OpenAI Model Makes Numerous Attempts to Trick Humans

Read Time: 1 minutes

Dec 06, 2024

OpenAI Model Makes Numerous Attempts to Trick Humans

The complete version of o1, which uses more computation to "think" about queries, was ultimately released by OpenAI. It provides better responses than GPT-4o. AI is generated by developers in an effort to satisfy users. Although we regard dishonesty as a completely human behavior, as people fool one another, our current AI is capable of doing the same thing.

Generative AI may tell you something that isn't true while simultaneously trying to convince you that it is. According to AI safety testers, reasoning skills of o1 can also cause to it attempt human deception. It means that o1 can deceive humans more frequently than GPT-4o or any other top model AI from Anthropic, Google, and Meta.

Reasoning Abilities

Open AI, the firm behind ChatGPT, is attempting a new approach. In addition to providing rapid responses to your queries, its recently introduced AI system is able to think or reason before answering. Open AI and Apollo Research released a red team report on Thursday.

According to the paper, Open AI stated: “We are aware that these new features could serve as the foundation for harmful uses, even though we find it interesting that reasoning can greatly improve the implementation of our safety policies.”

After providing initial permission to use o1 to third-party red teamers at Apollo Research, who also produced its own paper, OpenAI published these outcomes in its report for o1 on Thursday. OpenAI's o1 models plotted against people on multiple instances. This means the AI silently followed its own objectives even when they conflicted with those of the user. Although models from Google, Meta, and Anthropic are all capable of scheming, o1 appeared to display the most dishonest practices when it comes to deceiving.

Agentic System

The concern driving this study is that if an AI model were very skilled at planning and had access to sufficient resources and autonomous skills, it may evade or bypass human control. Of course, before this becomes a significant issue, AI models will have to develop significantly.

But according to Open AI, Apollo research believes that such events might cause catstrophic results as o1 agentic skills do not look enough, but the tests they conducted were not designed to directly quantify this danger.

This implies that OpenAI may need to reevaluate its AI models whenever it releases agentic systems.
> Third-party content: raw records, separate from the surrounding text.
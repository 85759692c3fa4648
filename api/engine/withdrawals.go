package engine

import (
	"sync"

	"github.com/deadspace-fhir/deadspace/api/store"
)

// withdrawals are the patients whose new data withdrew a version they
// held: a deletion on the server, an entered-in-error or refused version,
// a re-coding. The settle delay gathers readings that arrive just after a
// blood gas; nothing that arrives late can change a withdrawal, so such a
// patient's next evaluation does not wait for it, and values derived from
// a deleted or withdrawn input are retracted within the device pace and a
// write, whatever --settle is. It is kept in memory: after a restart, or
// on another replica, the withdrawal waits the settle delay as any change.
type withdrawals struct {
	mu       sync.Mutex
	subjects map[string]struct{}
}

// note records the patients of the inputs that withdrew a stored version
// (an inert version, or one that only replaces, that replaced another).
func (w *withdrawals) note(inputs []store.Input, res []store.PutResult) {
	w.mu.Lock()
	defer w.mu.Unlock()
	for i, r := range res {
		if r != store.PutNewer || (!inputs[i].Inert && !inputs[i].OnlyReplaces) {
			continue
		}
		if w.subjects == nil {
			w.subjects = make(map[string]struct{})
		}
		w.subjects[inputs[i].Subject] = struct{}{}
	}
}

// pending reports whether subject has a withdrawal not yet evaluated.
func (w *withdrawals) pending(subject string) bool {
	w.mu.Lock()
	defer w.mu.Unlock()
	_, ok := w.subjects[subject]
	return ok
}

// taken forgets subject's withdrawals when its evaluation begins: that
// evaluation reads them.
func (w *withdrawals) taken(subject string) {
	w.mu.Lock()
	defer w.mu.Unlock()
	delete(w.subjects, subject)
}
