package engine_test

import (
	"bytes"
	"context"
	"encoding/json"
	"fmt"
	"net/http"
	"net/http/httptest"
	"sync"
	"testing"
	"time"

	"github.com/deadspace-fhir/deadspace/api/engine"
	"github.com/deadspace-fhir/deadspace/api/engine/enginetest"
	"github.com/deadspace-fhir/deadspace/api/store/boltstore"
	"github.com/deadspace-fhir/deadspace/derive"
	"github.com/deadspace-fhir/deadspace/fhir/client"
	"github.com/deadspace-fhir/deadspace/fhir/decode"
)

// entryFaults answers every transaction 200 as fakeServer does, except that
// each Provenance entry's response carries status: a server that does not
// keep a transaction all or nothing and reports a failed entry inside it.
type entryFaults struct {
	fakeServer
	status       string
	mu           sync.Mutex
	transactions int
}

func (f *entryFaults) ServeHTTP(w http.ResponseWriter, r *http.Request) {
	if r.Method != http.MethodPost || r.URL.Path != "/fhir" {
		f.fakeServer.ServeHTTP(w, r)
		return
	}
	rec := httptest.NewRecorder()
	f.fakeServer.ServeHTTP(rec, r)
	var answer struct {
		ResourceType string `json:"resourceType"`
		Type         string `json:"type"`
		Entry        []struct {
			Response map[string]any  `json:"response"`
			Resource json.RawMessage `json:"resource,omitempty"`
		} `json:"entry"`
	}
	if err := json.Unmarshal(rec.Body.Bytes(), &answer); err != nil {
		http.Error(w, err.Error(), http.StatusInternalServerError)
		return
	}
	for i, e := range answer.Entry {
		var m struct{ ResourceType string }
		_ = json.Unmarshal(e.Resource, &m)
		if m.ResourceType == "Provenance" {
			answer.Entry[i].Resource = nil
			answer.Entry[i].Response = map[string]any{"status": f.status,
				"outcome": map[string]any{"resourceType": "OperationOutcome", "issue": []any{map[string]any{"severity": "error", "code": "processing"}}}}
		}
	}
	f.mu.Lock()
	f.transactions++
	f.mu.Unlock()
	out, _ := json.Marshal(answer)
	w.Header().Set("Content-Type", "application/fhir+json")
	_, _ = w.Write(bytes.TrimSpace(out))
}

func (f *entryFaults) sent() int {
	f.mu.Lock()
	defer f.mu.Unlock()
	return f.transactions
}

// A transaction answered 200 with a failed entry is never an acknowledged
// write (R4 http.html: a transaction is all or nothing, so the server kept
// part of it). A transient entry status leaves the write in the outbox to
// be retried; a status that refuses the content is sent again a few times
// (part of the transaction landed, and only a resend shows whether the
// rest is refused on its own) and then goes to the dead letters.
func TestFailedTransactionEntryIsNeverAcknowledged(t *testing.T) {
	cases := []struct {
		name   string
		status string
		buried bool
	}{
		{"an invalid Provenance is buried after resends", "400 Bad Request", true},
		{"an unprocessable Provenance is buried after resends", "422", true},
		{"an unavailable server is retried", "503 Service Unavailable", false},
	}
	for _, tc := range cases {
		t.Run(tc.name, func(t *testing.T) {
			fake := &entryFaults{status: tc.status}
			srv := httptest.NewServer(fake)
			defer srv.Close()
			st := enginetest.OpenStore(t, boltstore.Options{})
			cl, err := client.New(client.Config{BaseURL: srv.URL + "/fhir", MaxRetries: -1})
			if err != nil {
				t.Fatal(err)
			}
			eng, err := engine.New(engine.Config{Store: st, Decoder: decode.New(decode.Options{}), Encoder: enginetest.Encoder(t), Derive: derive.DefaultConfig(), Client: cl})
			if err != nil {
				t.Fatal(err)
			}
			ctx := context.Background()
			at := time.Now().Add(-time.Hour).Truncate(time.Minute)
			in := []json.RawMessage{obs("gas", "1", "final", "2019-8", "mm[Hg]", 44, at, at)}
			for m := -2; m <= 2; m++ {
				in = append(in, obs(fmt.Sprintf("et%d", m+2), "1", "final", "19891-1", "mm[Hg]", 36, at.Add(time.Duration(m)*time.Minute), at))
			}
			if _, err := eng.Ingest(ctx, "test", in); err != nil {
				t.Fatal(err)
			}
			if err := eng.EvaluateNow(ctx); err != nil {
				t.Fatal(err)
			}
			// Back-offs of the first attempts are a few seconds at most.
			deadline := time.Now().Add(20 * time.Second)
			for {
				eng.FlushNow(ctx)
				h, err := eng.Health(ctx)
				if err != nil {
					t.Fatal(err)
				}
				if h.Stats.OutboxDepth == 0 && h.Stats.DeadLetters == 0 {
					t.Fatal("the write left the outbox without a dead letter: counted as done with its Provenance refused")
				}
				if tc.buried && h.Stats.DeadLetters == 1 {
					if n := fake.sent(); n < 2 {
						t.Errorf("buried after %d transaction, want it sent again before", n)
					}
					return
				}
				if !tc.buried && h.Stats.DeadLetters > 0 {
					t.Fatalf("a transient entry status buried the write")
				}
				if !tc.buried && fake.sent() >= 3 {
					return // retried, still waiting
				}
				if time.Now().After(deadline) {
					t.Fatalf("after 20 s: outbox %d, dead letters %d, %d transactions sent", h.Stats.OutboxDepth, h.Stats.DeadLetters, fake.sent())
				}
				time.Sleep(100 * time.Millisecond)
			}
		})
	}
}
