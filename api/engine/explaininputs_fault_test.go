package engine_test

import (
	"context"
	"encoding/json"
	"fmt"
	"maps"
	"slices"
	"testing"
	"time"

	"github.com/deadspace-fhir/deadspace/api/engine"
	"github.com/deadspace-fhir/deadspace/api/engine/enginetest"
	"github.com/deadspace-fhir/deadspace/api/store/boltstore"
	"github.com/deadspace-fhir/deadspace/derive"
	"github.com/deadspace-fhir/deadspace/fhir/decode"
)

// TestExplainListsEveryInputTheObservationCites: an auditor traces a
// written value back through Explain and expects Explain's inputs to be
// exactly the versioned references in the written Observation's
// derivedFrom (and so the Provenance's entities), no more and no fewer.
// One arterial sample reported twice (a panel and a separate PaCO2, the
// same time and value) gives values that cite both reports in derivedFrom
// (rule 3). The values that do not use PaCO2 in their own equation
// (computed mixed-expired CO2 and the airway VD/VT) still cite the second
// report in derivedFrom, but Explain lists only the inputs of the kinds the
// value's equation names, so the second report, which the written record
// cites, is missing from the explanation.
func TestExplainListsEveryInputTheObservationCites(t *testing.T) {
	at := time.Now().Add(-time.Hour).Truncate(time.Minute)
	updated := at.Add(10 * time.Minute)
	raws := []json.RawMessage{
		panelObs("gas-a", 42, at, updated),
		obs("gas-b", "1", "final", "2019-8", "mm[Hg]", 42, at, updated),
		obs("vco2", "1", "final", "60825-7", "mL/min", 200, at, updated),
		obs("ve", "1", "final", "76008-2", "L/min", 8, at, updated),
	}
	for m := -2; m <= 2; m++ {
		raws = append(raws, obs(fmt.Sprintf("et%d", m+2), "1", "final", "19891-1", "mm[Hg]", 36, at.Add(time.Duration(m)*time.Minute), updated))
	}
	st := enginetest.OpenStore(t, boltstore.Options{NoSync: true})
	eng, err := engine.New(engine.Config{Store: st, Decoder: decode.New(decode.Options{}), Encoder: enginetest.Encoder(t), Derive: derive.DefaultConfig()})
	if err != nil {
		t.Fatal(err)
	}
	ctx := context.Background()
	if _, err := eng.Ingest(ctx, "test", raws); err != nil {
		t.Fatal(err)
	}
	if err := eng.EvaluateNow(ctx); err != nil {
		t.Fatal(err)
	}
	recs, err := eng.Derivations(ctx, "Patient/w1", time.Time{}, at.Add(time.Hour), "", 100)
	if err != nil {
		t.Fatal(err)
	}
	codes := map[derive.Code]bool{}
	for _, r := range recs {
		if r.Status == "entered-in-error" {
			continue
		}
		codes[r.Code] = true
		ex, err := eng.Explain(ctx, r)
		if err != nil {
			t.Fatal(err)
		}
		var o struct {
			DerivedFrom []struct{ Reference string } `json:"derivedFrom"`
		}
		if err := json.Unmarshal(r.Payload.Observation, &o); err != nil {
			t.Fatal(err)
		}
		written := map[string]bool{}
		for _, d := range o.DerivedFrom {
			written[d.Reference] = true
		}
		explained := map[string]bool{}
		for _, in := range ex.Inputs {
			explained[in.Reading.Ref] = true
		}
		if !maps.Equal(written, explained) {
			t.Errorf("%s: the Observation's derivedFrom cites %v, Explain lists %v", r.Code,
				slices.Sorted(maps.Keys(written)), slices.Sorted(maps.Keys(explained)))
		}
	}
	if !codes[derive.CodeAirwayFraction] || !codes[derive.CodeMixedExpiredCO2] {
		t.Fatalf("the scenario derived %v; it needs the airway VD/VT and mixed-expired CO2", slices.Sorted(maps.Keys(codes)))
	}
}
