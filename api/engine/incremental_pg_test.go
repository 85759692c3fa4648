package engine_test

import (
	"context"
	"fmt"
	"math/rand/v2"
	"sync/atomic"
	"testing"
	"time"

	"github.com/deadspace-fhir/deadspace/api/engine"
	"github.com/deadspace-fhir/deadspace/api/engine/enginetest"
	"github.com/deadspace-fhir/deadspace/api/store"
	"github.com/deadspace-fhir/deadspace/api/store/pgstore"
	"github.com/deadspace-fhir/deadspace/api/store/pgstore/pgtest"
	"github.com/deadspace-fhir/deadspace/derive"
	"github.com/deadspace-fhir/deadspace/fhir/decode"
)

// sharedRangeCounting is rangeCounting over PostgreSQL, whose replica
// methods (store.Replicated) the engine sees through it; it also counts
// the reads of every input of a patient (whole). The replicas share the
// counts.
type sharedRangeCounting struct {
	*pgstore.Store
	whole, ranged, commits *atomic.Int64
}

func (r sharedRangeCounting) Inputs(ctx context.Context, subject string) ([]store.Input, error) {
	r.whole.Add(1)
	return r.Store.Inputs(ctx, subject)
}

func (r sharedRangeCounting) InputsFrom(ctx context.Context, subject string, from time.Time) ([]store.Input, error) {
	r.ranged.Add(1)
	return r.Store.InputsFrom(ctx, subject, from)
}

func (r sharedRangeCounting) Commit(ctx context.Context, c store.Change, now time.Time) error {
	r.commits.Add(1)
	return r.Store.Commit(ctx, c, now)
}

// TestReplicasAgreeWithReplay: two replicas share PostgreSQL; each batch
// of the streams of TestIncrementalAgreesWithReplay and
// TestIncrementalAgreesWithReplayForEveryKind reaches one of them, drawn at
// random, and one or both evaluate after it. A replica resumes its fall
// detector from the state it kept only while no other replica evaluated
// the patient since (store.Dirty.Cleared): whatever the interleaving, the
// values recorded must be replay's.
func TestReplicasAgreeWithReplay(t *testing.T) {
	t.Parallel()
	for _, c := range []struct {
		name     string
		items    func() ([]arrival, time.Time, []string)
		minFalls int
	}{
		{"falls and rises", fallsAndRises, 4},
		{"every kind", everyKind, 2},
	} {
		for seed := range uint64(5) {
			t.Run(fmt.Sprintf("%s/order %d", c.name, seed), func(t *testing.T) {
				t.Parallel()
				items, base, subjects := c.items()
				stream := arrivalOrder(items, seed)
				url := pgtest.NewSchema(t)
				var whole, ranged, commits atomic.Int64
				replica := func(name string) *engine.Engine {
					ps, err := pgstore.Open(t.Context(), url, pgstore.Options{Holder: name})
					if err != nil {
						t.Fatal(err)
					}
					t.Cleanup(func() { _ = ps.Close() })
					eng, err := engine.New(engine.Config{
						Store: sharedRangeCounting{ps, &whole, &ranged, &commits}, Decoder: decode.New(decode.Options{}),
						Encoder: enginetest.Encoder(t), Derive: derive.DefaultConfig(),
						Now: func() time.Time { return base.Add(8 * time.Hour) },
					})
					if err != nil {
						t.Fatal(err)
					}
					return eng
				}
				replicas := []*engine.Engine{replica("replica-a"), replica("replica-b")}
				rng := rand.New(rand.NewPCG(seed, 11))
				ctx := context.Background()
				for from := 0; from < len(stream); from += 9 {
					if _, err := replicas[rng.IntN(2)].Ingest(ctx, "test", stream[from:min(from+9, len(stream))]); err != nil {
						t.Fatal(err)
					}
					// Mostly the same replica evaluates again, as a patient
					// tends to; now and then the other, or both.
					first := 0
					if rng.IntN(4) == 0 {
						first = 1
					}
					if err := replicas[first].EvaluateNow(ctx); err != nil {
						t.Fatal(err)
					}
					if rng.IntN(6) == 0 {
						if err := replicas[1-first].EvaluateNow(ctx); err != nil {
							t.Fatal(err)
						}
					}
				}
				n := sameAsReplay(t, replicas[0], stream, base, subjects, c.minFalls)
				// Both kinds of evaluation must have happened: resumed
				// (a range read) and whole (after the other replica's).
				if whole.Load() < 3 || ranged.Load() < 3 {
					t.Errorf("%d whole reads and %d range reads: the test did not exercise both kinds of evaluation", whole.Load(), ranged.Load())
				}
				t.Logf("%d values agree; %d evaluations, %d whole reads, %d range reads", n, commits.Load(), whole.Load(), ranged.Load())
			})
		}
	}
}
They are planning to release it in 2025. TechCrunch asked OpenAI how it intends to accomplish this, but the company did not answer.

Major Concerns of Deceiving

According to the paper, 19% of the time, the AI model altered data to push its own objective when o1's objectives diverged from a user's. In 5% of the tests, the o1 model also attempted to turn off control systems that were in place to make sure it remained in line with user objectives.

Even worse, about 99 percent of the time, the AI would deny its wrong actions and even create fake reasons when researchers asked the o1 model why it was attempting to sabotage them.